WORKSHOP KEYNOTE ADDRESS:
Interdisciplinary information work: Concepts and practices
Keynote address for workshop Where Your World Meets Mine: Information Used Across Domains (SIG USE)
Semi-automated Collection Evaluation for Large-scale Aggregations
Katrina Fenlon, Peter Organisciak, Jacob Jett and Miles Efron
Library and museum digital collections are increasingly aggregated at various levels. Large-scale aggregations, often characterized by heterogeneous or messy metadata, pose unique and growing challenges to aggregation administrators not only in facilitating end-user discovery and access, but in performing basic administrative and curatorial tasks in a scalable way, such as finding messy data and determining the overall topical landscape of the aggregation. This poster describes early findings on using statistical text analysis techniques to improve the scalability of an aggregation development workflow for a large-scale aggregation. These techniques hold great promise for automating historically labor-intensive evaluative aspects of aggregation development and form the basis for the development of an aggregators dashboard. The aggregators dashboard is planned as a statistical text-analysis-driven tool for supporting large-scale aggregation development and maintenance, through multifaceted, automatic visualization of an aggregations metadata quality and topical coverage.

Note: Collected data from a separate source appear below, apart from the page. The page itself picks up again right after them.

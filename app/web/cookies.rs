//! Cookies: the session, the visit (for forms before sign-in), the theme.

use crate::visitor::Theme;
use axum::http::{HeaderMap, HeaderValue, header};
use axum::response::Response;
use axum_extra::extract::cookie::{Cookie, CookieJar, SameSite};
use time::Duration;

/// What the browser sent.
#[derive(Clone, Debug)]
pub struct Sent {
    /// The session's token.
    pub session: Option<String>,
    /// The visit's token.
    pub visit: Option<String>,
    /// Daylight or dark.
    pub theme: Theme,
}

/// The session cookie’s name; under TLS it stands behind `__Host-`.
pub const SESSION: &str = "asleft-session";
const VISIT: &str = "asleft-visit";
const THEME: &str = "asleft-theme";

/// Reads the cookies. Under TLS only the guarded names count: a plain one may come from a page without TLS on the same
/// host, where anyone on the way could have set it.
#[must_use]
pub fn read(headers: &HeaderMap, secure: bool) -> Sent {
    let jar = CookieJar::from_headers(headers);
    let token = |name: &str| jar.get(&named(name, secure)).map(|c| c.value().to_owned()).filter(|v| is_token(v));
    let theme = jar.get(THEME).map_or(Theme::System, |c| Theme::from_key(c.value()));
    Sent { session: token(SESSION), visit: token(VISIT), theme }
}

/// 256 random bits in hexadecimal; should the system have none to give, an id nobody can use for long.
#[must_use]
pub fn fresh_token() -> String {
    let mut bytes = [0_u8; 32];
    if getrandom::fill(&mut bytes).is_err() {
        tracing::error!("the system gives no random numbers; forms will be refused");
        return String::new();
    }
    commissioning::journal::chain::hexadecimal(&bytes)
}

fn is_token(text: &str) -> bool {
    (32..=200).contains(&text.len()) && text.bytes().all(|b| b.is_ascii_alphanumeric() || b == b'-' || b == b'_')
}

/// Browsers take a name that begins so only from the host itself, for all of it, and only under TLS.
fn named(name: &str, secure: bool) -> String {
    if secure { format!("__Host-{name}") } else { name.to_owned() }
}

fn guarded(name: &str, value: &str, secure: bool) -> Cookie<'static> {
    Cookie::build((named(name, secure), value.to_owned()))
        .path("/")
        .http_only(true)
        .same_site(SameSite::Lax)
        .secure(secure)
        .build()
}

/// The session's cookie.
#[must_use]
pub fn session(token: &str, secure: bool) -> Cookie<'static> {
    guarded(SESSION, token, secure)
}

/// Takes the session's cookie away.
#[must_use]
pub fn no_session(secure: bool) -> Cookie<'static> {
    let mut cookie = guarded(SESSION, "", secure);
    cookie.set_max_age(Duration::ZERO);
    cookie
}

/// The visit's cookie.
#[must_use]
pub fn visit(token: &str, secure: bool) -> Cookie<'static> {
    guarded(VISIT, token, secure)
}

/// The theme's cookie, kept for a year.
#[must_use]
pub fn theme(theme: Theme, secure: bool) -> Cookie<'static> {
    Cookie::build((THEME, theme.key()))
        .path("/")
        .http_only(true)
        .same_site(SameSite::Lax)
        .secure(secure)
        .max_age(Duration::days(365))
        .build()
}

/// Adds a cookie to an answer.
pub fn add(response: &mut Response, cookie: &Cookie<'_>) {
    if let Ok(value) = HeaderValue::from_str(&cookie.to_string()) {
        response.headers_mut().append(header::SET_COOKIE, value);
    }
}

#[cfg(test)]
mod tests {
    use super::*;

    const TOKEN: &str = "0123456789abcdef0123456789abcdef";

    fn sent(cookie: &str) -> HeaderMap {
        let mut headers = HeaderMap::new();
        headers.insert(header::COOKIE, HeaderValue::from_str(cookie).expect("a header"));
        headers
    }

    #[test]
    fn under_tls_a_plain_cookie_is_nobodys_session() {
        let plain = sent(&format!("asleft-session={TOKEN}; asleft-visit={TOKEN}"));
        assert_eq!(read(&plain, false).session.as_deref(), Some(TOKEN));
        assert_eq!((read(&plain, true).session, read(&plain, true).visit), (None, None));
        let guarded = sent(&format!("__Host-asleft-session={TOKEN}"));
        assert_eq!(read(&guarded, true).session.as_deref(), Some(TOKEN));
        assert_eq!(read(&guarded, false).session, None);
        let cookie = session(TOKEN, true).to_string();
        assert!(cookie.starts_with("__Host-asleft-session=") && cookie.contains("Secure"), "{cookie}");
    }
}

The administrators dashboard will support principled yet scalable aggregation development.
Shaken and Stirred: ASIS&T 2011 Attendee Reactions to Shaking It Up: Embracing New Methods for Publishing, Finding, Discussing and Measuring Our Research Output
Alex Garnett, University of Victoria; Kim Holmberg, Abo Akademi University; Christina Pikas, University of Maryland; Heather Piwowar, National Evolutionary Synthesis Center; Jason Priem, University of North Carolina; and Nicholas Weber, University of Illinois
What does the Information Science community think about new, open methods for publishing, finding, discussing, and measuring our research output? This poster will summarize audience member participation and reaction to an ASIS&T 2011 panel discussing these issues. Reaction data will consist of several Likert-scale and open-ended responses. The data will be collected only a day or two before the poster is displayed: classification and visualization will be done openly to accomplish a rapid summary of the data. The tight timeline and attendees-as-data-source will heighten the relevance of these exploratory results. Likert-scale response distributions will be displayed in dot-plots to facilitate additional Write-On-The-Poster contributions from poster-viewers, further increasing engagement. Through this process we hope to raise awareness of these new open methods, discuss their strengths and weaknesses for the Information Science community, experiment with new methods for face-to-face group scholarly communication, and build community.